The primary end point for the REVEAL Pediatric Study is the incidence of TEAEs and SAEs. Secondary end points include change in CGI-I status, R-MBA status, Rett Syndrome Behavior Questionnaire status, Clinical Global Impressions-Severity status, quantitative EEG findings with auditory evoked potential and visual evoked potentials, and the percent change in monthly countable seizure frequency. All end points will be assessed from baseline to 52 weeks posttreatment.
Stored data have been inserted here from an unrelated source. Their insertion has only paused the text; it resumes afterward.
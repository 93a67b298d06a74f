"""Observation operators ``h(x) -> y`` with a known output size: every ``stride``-th variable, or
stations anywhere on the grid (linear interpolation between grid points).

The noise level is not part of the operator: it is the traced setting
``error_std`` of the operator's settings section (``observation`` for the
truth's network, ``assumed`` for the filter's view of it), so one compiled
program serves every noise level of a sweep. With the network's static
per-station factors f and, when ``correlation_shape`` is set, the traced
``correlation_length`` L,

    R_ij = sigma_i sigma_j rho(d_ij / L),   sigma_i = error_std f_i,

d_ij the ring distance between stations i and j, rho exponential,
exp(-d/L), or Gaussian, exp(-d^2 / (2 L^2)) (common practice). Filters read R
only through :meth:`ObservationOperator.whiten`: with R diagonal they see
h and y as they are with R's diagonal; with a correlated R they see
L^-1 h and L^-1 y with R = I, L the Cholesky factor of R (the whitening
every filter then shares). ``observation.transform`` makes h nonlinear (the
same noise model), so users can see where Gaussian assumptions break.
"""

from typing import Callable, NamedTuple

import jax
import jax.numpy as jnp
import numpy as np
from jax.scipy.linalg import solve_triangular

TRANSFORMS = {
    "identity": lambda v: v,
    "absolute": jnp.abs,
    "square": jnp.square,
}


def _exponential(scaled):
    return jnp.exp(-scaled)


def _gaussian(scaled):
    return jnp.exp(-0.5 * scaled**2)


CORRELATION_SHAPES = {"exponential": _exponential, "gaussian": _gaussian}


class Whitened(NamedTuple):
    """What a filter assimilates: ``observe`` (x (..., n) -> (..., p)) and ``obs`` (p,) in a frame where
    R is diagonal with ``variance`` (a scalar or (p,)); ``std`` = sqrt(variance) as the truth draws it.
    For a correlated R the frame is the whitened one (observe = L^-1 h, obs = L^-1 y, variance 1) and
    ``covariance`` holds R itself (p, p) for the filters that localize R's blocks; ``operator`` and
    ``y`` are the unwhitened h and y. On a network with outages, ``seen`` (p,) marks the stations that
    reported: a missing one is 0 in y and in h (so it carries no information) and, in a correlated R,
    decoupled from the others with unit variance (R's block of the stations seen is what is used).
    Without outages ``seen`` is None."""

    observe: Callable
    obs: jax.Array
    variance: object
    std: object
    operator: object
    y: jax.Array
    covariance: jax.Array | None = None
    seen: jax.Array | None = None


class WindowFrame(NamedTuple):
    """A window's observations (W, p) as a 4D method assimilates them: ``obs`` in the frame, R's
    diagonal there (``variance``, ``std``), and ``apply`` taking any (W, ..., p) array of predicted
    observations (or their sensitivities) to the frame, time by time: missing stations (NaN in the
    window's y) masked, and with a correlated R whitened by the Cholesky factor of that time's R
    (None when the frame is y's own: independent errors and no outages)."""

    obs: jax.Array
    variance: object
    std: object
    apply: Callable


def decoupled(covariance, seen):
    """R (..., p, p) with the rows and columns of the stations not ``seen`` (..., p) replaced by the identity's:
    what is left is R's block of the stations seen, and the others are independent with unit variance."""
    both = seen[..., :, None] & seen[..., None, :]
    return jnp.where(both, covariance, jnp.eye(covariance.shape[-1]))


def _by_time(mask, v):
    """``mask`` (W, p) shaped to broadcast against v (W, ..., p)."""
    return mask.reshape(mask.shape[:1] + (1,) * (v.ndim - 2) + mask.shape[1:])


class ObservationOperator(NamedTuple):
    """Observe the state at the stations' positions through ``transform``.

    indices: (p,) the grid point at or just below each station (the
    observed variable itself for a station on a grid point); positions: (p,)
    grid positions of the stations, in grid units, for localization and
    interpolation; stride: a station every ``stride``-th variable from 0
    (observed by a strided slice), or 0 for a list of stations; fractions:
    (p,) where a station sits between its grid point and the next one on the
    ring (0 on a grid point; None for a stride network); error_factors: (p,)
    each station's error standard deviation in units of ``error_std``, so
    R = error_std^2 diag(error_factors^2) (None: all 1); transform: a key of
    TRANSFORMS applied elementwise after the selection or interpolation;
    limit: only the first ``limit`` variables are observable (a two-scale
    model's slow variables come first; None: all); correlation_shape: a key
    of CORRELATION_SHAPES for correlated errors (None: independent errors,
    R diagonal); error_section: the settings section whose ``error_std``
    and ``correlation_length`` set R (``observation``: the truth's errors;
    ``assumed``: the filter's view of them); outages: stations may be missing
    in a cycle (y then holds NaN there; :mod:`assimbench.observations.outages`),
    schedule: the network's scheduled outages (an OutageSchedule or None).
    """

    indices: np.ndarray
    positions: np.ndarray
    stride: int
    transform: str = "identity"
    limit: int | None = None
    fractions: np.ndarray | None = None
    error_factors: np.ndarray | None = None
    correlation_shape: str | None = None
    error_section: str = "observation"
    outages: bool = False
    schedule: object = None

    def error_std_of(self, settings):
        """The stations' error standard deviations: the traced ``error_std`` of the operator's settings
        section, times each station's factor when the network gives factors ((p,); else the scalar)."""
        error_std = settings[self.error_section]["error_std"]
        return error_std if self.error_factors is None else error_std * jnp.asarray(self.error_factors)

    @property
    def correlated(self) -> bool:
        return self.correlation_shape is not None

    def station_distances(self) -> np.ndarray:
        """(p, p) ring distances between the stations, in grid units."""
        size = self.limit if self.limit is not None else int(np.max(self.positions)) + 1
        d = np.abs(self.positions[:, None] - self.positions[None, :]) % size
        return np.minimum(d, size - d)

    def error_correlation(self, settings) -> jax.Array:
        """(p, p) rho(d_ij / L) with L the traced ``correlation_length`` (L = 0: the identity)."""
        distance = self.station_distances()
        length = settings[self.error_section]["correlation_length"]
        shape = CORRELATION_SHAPES[self.correlation_shape]
        # L = 0 in a lane of a correlated run means independent errors: rho(inf) = 0 off the diagonal.
        scaled = jnp.where(distance > 0, distance / jnp.maximum(length, 1e-300), 0.0)
        return jnp.where(distance > 0, shape(scaled), 1.0)

    def error_covariance(self, settings) -> jax.Array:
        """R (p, p): diag(sigma) rho diag(sigma), or diag(sigma^2) for independent errors."""
        std = jnp.broadcast_to(self.error_std_of(settings), (self.size,))
        if not self.correlated:
            return jnp.diag(std**2)
        return std[:, None] * self.error_correlation(settings) * std[None, :]

    def error_root(self, settings) -> jax.Array:
        """L (p, p), lower triangular, R = L L^T (the truth's noise is L e, e ~ N(0, I))."""
        return jnp.linalg.cholesky(self.error_covariance(settings))

    def noise(self, standard, settings) -> jax.Array:
        """Observation errors from standard normal ``standard`` (p,): sigma e, or L e when correlated."""
        if not self.correlated:
            return self.error_std_of(settings) * standard
        return self.error_root(settings) @ standard

    def window_frame(self, settings, obs) -> WindowFrame:
        """The frame a 4D method assimilates a window's observations ``obs`` (W, p) in: R's diagonal as it
        is, or whitened by R's Cholesky factor; a missing station masked at its own time."""
        return _window_frame(self, settings, obs)

    def whiten(self, settings, y) -> Whitened:
        """The frame a filter assimilates ``y`` (p,) in (:class:`Whitened`). Independent errors: h and y
        unchanged with R's diagonal (no arithmetic added: the results are those of a diagonal R).
        Correlated: L^-1 h and L^-1 y with unit variance, L = cholesky(R). Missing stations (NaN in y)
        are masked (:class:`Whitened`)."""
        observe, seen = self, None
        if self.outages:
            seen = jnp.isfinite(y)
            y = jnp.where(seen, y, 0.0)
            observe = lambda x: jnp.where(seen, self(x), 0.0)
        if not self.correlated:
            std = self.error_std_of(settings)
            return Whitened(observe, y, std**2, std, observe, y, None, seen)
        covariance = self.error_covariance(settings)
        if seen is not None:
            covariance = decoupled(covariance, seen)
        root = jnp.linalg.cholesky(covariance)
        apply = lambda v: whiten_with(root, v)
        return Whitened(lambda x: apply(observe(x)), apply(y), 1.0, 1.0, observe, y, covariance, seen)

    @property
    def size(self) -> int:
        return int(self.indices.shape[0])

    @property
    def linear(self) -> bool:
        return self.transform == "identity"

    def standard_noise(self, key: jax.Array, state_size: int) -> jax.Array:
        """N(0, I) noise of the stations, (p,).

        One draw per grid point, then the observed ones are taken: a station
        gets the same noise whichever other stations are observed, so two
        networks compared on the same seed differ only where they differ. A
        station between grid points gets its own draw (a second stream, one
        draw per station of the list).
        """
        on_grid = jax.random.normal(key, (state_size,))[self.indices]
        if self.fractions is None or not np.any(self.fractions):
            return on_grid
        between = jax.random.normal(jax.random.fold_in(key, 1), (self.size,))
        return jnp.where(jnp.asarray(self.fractions == 0.0), on_grid, between)

    def __call__(self, x: jax.Array) -> jax.Array:
        """y = f(H x), H a selection or a linear interpolation between the two grid points around
        each station, f elementwise; x: (..., n) -> (..., p)."""
        if self.fractions is None:
            # A strided slice, not a gather: XLA fuses it into its neighbours.
            return TRANSFORMS[self.transform](x[..., : self.limit : self.stride])
        at_left = x[..., self.indices]
        if not np.any(self.fractions):
            return TRANSFORMS[self.transform](at_left)
        # (1 - a) x_i + a x_(i+1): exactly x_i for a station on a grid point.
        at_right = x[..., (self.indices + 1) % (self.limit or x.shape[-1])]
        return TRANSFORMS[self.transform]((1.0 - self.fractions) * at_left + self.fractions * at_right)


def _window_frame(operator, settings, obs) -> WindowFrame:
    """:meth:`ObservationOperator.window_frame` (here to keep the class short)."""
    seen = None
    if operator.outages:
        seen = jnp.isfinite(obs)
        obs = jnp.where(seen, obs, 0.0)
    if not operator.correlated:
        std = operator.error_std_of(settings)
        if seen is None:
            return WindowFrame(obs, std**2, std, None)
        return WindowFrame(obs, std**2, std, lambda v: jnp.where(_by_time(seen, v), v, 0.0))
    covariance = operator.error_covariance(settings)
    if seen is None:
        root = jnp.linalg.cholesky(covariance)
        apply = lambda v: whiten_with(root, v)
    else:  # one R per time: the block of the stations seen, the others decoupled with unit variance
        roots = jnp.linalg.cholesky(decoupled(covariance, seen))  # (W, p, p)

        def apply(v):
            masked = jnp.where(_by_time(seen, v), v, 0.0)
            flat = masked.reshape(v.shape[0], -1, v.shape[-1])  # (W, m, p)
            solved = solve_triangular(roots, jnp.swapaxes(flat, 1, 2), lower=True)  # (W, p, m)
            return jnp.swapaxes(solved, 1, 2).reshape(v.shape)

    return WindowFrame(apply(obs), 1.0, 1.0, apply)


def whiten_with(root, v):
    """L^-1 v for lower-triangular ``root`` L (p, p) and v (..., p): solve L z = v along the last axis."""
    flat = v.reshape(-1, v.shape[-1]).T  # (p, m)
    return solve_triangular(root, flat, lower=True).T.reshape(v.shape)


def every_kth(state_size: int, stride: int, transform: str = "identity") -> ObservationOperator:
    """Observe variables 0, stride, 2 stride, ... below ``state_size`` (the observable, resolved
    variables; a state may carry more after them)."""
    if not 1 <= stride <= state_size:
        raise ValueError(f"stride must be in [1, {state_size}], got {stride}")
    if transform not in TRANSFORMS:
        raise ValueError(f"transform must be one of {sorted(TRANSFORMS)}, got {transform!r}")
    indices = np.arange(0, state_size, stride)
    return ObservationOperator(
        indices=indices, positions=indices.astype(np.float64), stride=int(stride), transform=transform,
        limit=int(state_size),
    )


def at_stations(state_size: int, positions, transform: str = "identity") -> ObservationOperator:
    """Observe the given grid positions (floats in [0, state_size)), each by linear interpolation
    between grid points floor(q) and floor(q) + 1 (the ring's first point after its last)."""
    positions = np.asarray(positions, dtype=np.float64)
    if positions.ndim != 1 or positions.size == 0 or np.any(positions < 0) or np.any(positions >= state_size):
        raise ValueError(f"positions must be a non-empty list in [0, {state_size}), got {positions}")
    if transform not in TRANSFORMS:
        raise ValueError(f"transform must be one of {sorted(TRANSFORMS)}, got {transform!r}")
    indices = np.floor(positions).astype(np.int64)
    return ObservationOperator(indices=indices, positions=positions, stride=0, transform=transform,
                               limit=int(state_size), fractions=positions - indices)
The study is open to girls aged 5 years to 8 years who have who have been clinically diagnosed with classical/typical Rett syndrome with a loss-of-function mutation in MECP2. Participants are required to have received all relevant locally-required vaccines within 42 days or more of starting the study’s immunosuppression regimen. Exclusion criteria are largely similar to the REVEAL adolescent and adult trial, with additional criteria excluding patients who require noninvasive ventilatory support and patients who have acute or chronic hepatitis B or C infections. Although, the clinicaltrials.gov page for the Pediatric Study does not list an exclusion criteria related to uncontrolled seizures or status epilepticus history.
The Big Picture
CGTLive has previously spoken to Sukumar Nagendran, MD, the president and head of research and development at Taysha, about the clinical development of TSHA-102. At the time, early promising results from the first 2 adult patients treated with the gene therapy had been announced.
"What actually excites me and my team is that given that we have such a good clinical response in adults, we think the clinical response in the pediatric population could be even better,” Nagendran told CGTLive. “This now gives us the gamut of the age range from pediatrics to adults to treat in a very difficult to treat central nervous system disorder.”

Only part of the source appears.